Task input ▸
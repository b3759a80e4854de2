// Draws of class means and variances against the closed form of their posterior.
//
// Source   Gelman, Carlin, Stern, Dunson, Vehtari, Rubin, Bayesian Data Analysis (3rd ed.), 3.3:
//          sd^2 | y ~ Inv-chi^2(nu_n, s_n^2), mean | y ~ t_nu_n(m_n, s_n^2 / kappa_n)
// Error    4 standard errors of moments over independent draws (6.3e-5 a comparison), fixed seeds
#include "model/gaussian_draw.h"

#include <algorithm>
#include <catch2/catch.hpp>
#include <cmath>

using namespace stillfield;

namespace {

struct Average {
  double n = 0.0, mean = 0.0, squares = 0.0;
  void add(double v) {
    n += 1.0;
    const double d = v - mean;
    mean += d / n;
    squares += d * (v - mean);
  }
  double deviations(double exact) const {
    return std::fabs(mean - exact) / std::sqrt(squares / (n - 1.0) / n);
  }
};

GreyLevels scale(double origin, double step) {
  GreyLevels g;
  g.origin = origin;
  g.step = step;
  g.levels = 1000;
  return g;
}

ClassSums sums_of(const std::vector<int>& levels) {
  ClassSums s;
  for (const int l : levels) {
    ++s.sites;
    ++s.observed;
    s.level_sum += static_cast<std::uint64_t>(l);
    s.level_square_sum += static_cast<std::uint64_t>(l) * static_cast<std::uint64_t>(l);
  }
  return s;
}

struct Posterior {
  double kappa, nu, mean, variance;  // kappa_n, nu_n, m_n, s_n^2
};

Posterior posterior_of(const GreyLevels& g, const std::vector<int>& levels,
                       const GaussianPrior& p) {
  const auto n = static_cast<double>(levels.size());
  double mean = 0.0, squares = 0.0;
  for (const int l : levels) mean += g.value(l) / n;
  for (const int l : levels) squares += (g.value(l) - mean) * (g.value(l) - mean);
  Posterior post;
  post.kappa = p.kappa + n;
  post.nu = p.nu + n;
  post.mean = (p.kappa * p.mean + n * mean) / post.kappa;
  post.variance =
      (p.nu * p.variance + squares + p.kappa * n / post.kappa * (mean - p.mean) * (mean - p.mean)) /
      post.nu;
  return post;
}

}  // namespace

TEST_CASE("draws of separate classes have the moments of their posterior") {
  const GreyLevels grey = scale(-30.0, 0.5);
  const std::vector<std::vector<int>> levels = {{100, 110, 95, 104, 120, 99, 101},
                                                {600, 640, 585, 610, 622, 570, 655, 601, 590}};
  const GaussianPrior prior{100.0, 0.5, 40.0, 4.0};
  const std::vector<ClassSums> sums = {sums_of(levels[0]), sums_of(levels[1])};
  RandomStream random(chain_key(11, 0), Purpose::kParameters);
  GaussianClasses classes{{0.0, 1.0}, {1.0, 1.0}, false};
  std::vector<Average> mean(2), mean_square(2), precision(2), log_variance(2);
  const Posterior post[2] = {posterior_of(grey, levels[0], prior),
                             posterior_of(grey, levels[1], prior)};
  constexpr int kDraws = 100000;
  int kept = 0;
  for (int i = 0; i < kDraws; ++i) {
    kept += !draw_gaussian_classes(grey, sums, prior, random, classes);
    for (std::size_t k = 0; k < 2; ++k) {
      const double d = classes.mean[k] - post[k].mean;
      mean[k].add(classes.mean[k]);
      mean_square[k].add(d * d);
      precision[k].add(1.0 / (classes.sd[k] * classes.sd[k]));
      log_variance[k].add(1.0 / std::pow(classes.sd[k], 4.0));
    }
  }
  CHECK(kept == 0);  // the classes are far apart
  for (std::size_t k = 0; k < 2; ++k) {
    const Posterior& p = post[k];
    CHECK(mean[k].deviations(p.mean) <= 4.0);
    CHECK(mean_square[k].deviations(p.variance / p.kappa * p.nu / (p.nu - 2.0)) <= 4.0);
    // 1 / sd^2 ~ Gamma(nu_n / 2, rate nu_n s_n^2 / 2)
    CHECK(precision[k].deviations(1.0 / p.variance) <= 4.0);
    CHECK(log_variance[k].deviations((1.0 + 2.0 / p.nu) / (p.variance * p.variance)) <= 4.0);
  }
}

TEST_CASE("a shared variance pools the squares of all classes") {
  const GreyLevels grey = scale(0.0, 1.0);
  const std::vector<std::vector<int>> levels = {{100, 110, 95, 104}, {600, 640, 585, 610, 622}};
  const GaussianPrior prior{300.0, 0.2, 100.0, 3.0};
  double nu = prior.nu, scale_sum = prior.nu * prior.variance;
  for (const auto& l : levels) {
    const Posterior p = posterior_of(grey, l, prior);
    nu += p.nu - prior.nu;
    scale_sum += p.nu * p.variance - prior.nu * prior.variance;
  }
  RandomStream random(chain_key(12, 0), Purpose::kParameters);
  GaussianClasses classes{{0.0, 1.0}, {1.0, 1.0}, true};
  Average precision, first_mean;
  bool equal = true;
  for (int i = 0; i < 50000; ++i) {
    draw_gaussian_classes(grey, {sums_of(levels[0]), sums_of(levels[1])}, prior, random, classes);
    equal = equal && classes.sd[0] == classes.sd[1];
    precision.add(1.0 / (classes.sd[0] * classes.sd[0]));
    first_mean.add(classes.mean[0]);
  }
  CHECK(equal);
  // The means hardly ever come out of order, so the order rule does not show.
  CHECK(precision.deviations(nu / scale_sum) <= 4.0);
  CHECK(first_mean.deviations(posterior_of(grey, levels[0], prior).mean) <= 4.0);
}

TEST_CASE("a draw out of order keeps the old classes, every other one is taken") {
  const GreyLevels grey = scale(0.0, 1.0);
  const std::vector<ClassSums> sums = {sums_of({500, 520, 480}), sums_of({505, 515, 490})};
  const GaussianPrior prior{500.0, 0.1, 400.0, 2.0};
  RandomStream random(chain_key(13, 0), Purpose::kParameters);
  GaussianClasses classes{{1.0, 2.0}, {3.0, 4.0}, false};
  int kept = 0, changed = 0;
  for (int i = 0; i < 2000; ++i) {
    const GaussianClasses before = classes;
    const bool taken = draw_gaussian_classes(grey, sums, prior, random, classes);
    kept += !taken;
    changed += taken;
    REQUIRE(std::is_sorted(classes.mean.begin(), classes.mean.end()));
    REQUIRE((classes.mean == before.mean) == !taken);
    REQUIRE((classes.sd == before.sd) == !taken);
  }
  CHECK(kept > 500);
  CHECK(changed > 500);
}

TEST_CASE("a class without observed pixels is drawn from the prior") {
  const GreyLevels grey = scale(0.0, 1.0);
  ClassSums empty;
  empty.sites = 40;  // all of them missing
  const GaussianPrior prior{-1000.0, 4.0, 9.0, 8.0};
  RandomStream random(chain_key(14, 0), Purpose::kParameters);
  GaussianClasses classes{{-1000.0, 500.0}, {1.0, 1.0}, false};
  Average mean, precision;
  for (int i = 0; i < 50000; ++i) {
    draw_gaussian_classes(grey, {empty, sums_of(std::vector<int>(1000, 700))}, prior, random,
                          classes);
    mean.add(classes.mean[0]);
    precision.add(1.0 / (classes.sd[0] * classes.sd[0]));
  }
  CHECK(mean.deviations(-1000.0) <= 4.0);
  CHECK(precision.deviations(1.0 / 9.0) <= 4.0);
}

TEST_CASE("sums of the largest images do not lose their spread") {
  // 2^32 pixels at levels 60000 and 60001 in equal parts: variance 1/4 under sums of 1.5e19.
  const GreyLevels grey = scale(0.0, 1.0);
  ClassSums big;
  big.sites = big.observed = std::uint64_t{1} << 32;
  big.level_sum = (std::uint64_t{1} << 31) * 120001;
  big.level_square_sum = (std::uint64_t{1} << 31) * (60000ULL * 60000 + 60001ULL * 60001);
  const GaussianPrior prior{60000.0, 0.01, 1.0, 2.0};
  RandomStream random(chain_key(15, 0), Purpose::kParameters);
  GaussianClasses classes{{0.0, 1.0}, {1.0, 1.0}, false};
  draw_gaussian_classes(grey, {sums_of({10}), big}, prior, random, classes);
  CHECK(classes.mean[1] == Approx(60000.5).epsilon(1e-8));
  CHECK(classes.sd[1] == Approx(0.5).epsilon(1e-4));
}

Task details ▸ Please transcribe the material line by line, exactly, from its opening line through the line that contains "s_n^2 / kappa_n)".

Worked solution ▸
repository b3759a80e4854de2
// Draws of class means and variances against the closed form of their posterior.
//
// Source   Gelman, Carlin, Stern, Dunson, Vehtari, Rubin, Bayesian Data Analysis (3rd ed.), 3.3:
//          sd^2 | y ~ Inv-chi^2(nu_n, s_n^2), mean | y ~ t_nu_n(m_n, s_n^2 / kappa_n)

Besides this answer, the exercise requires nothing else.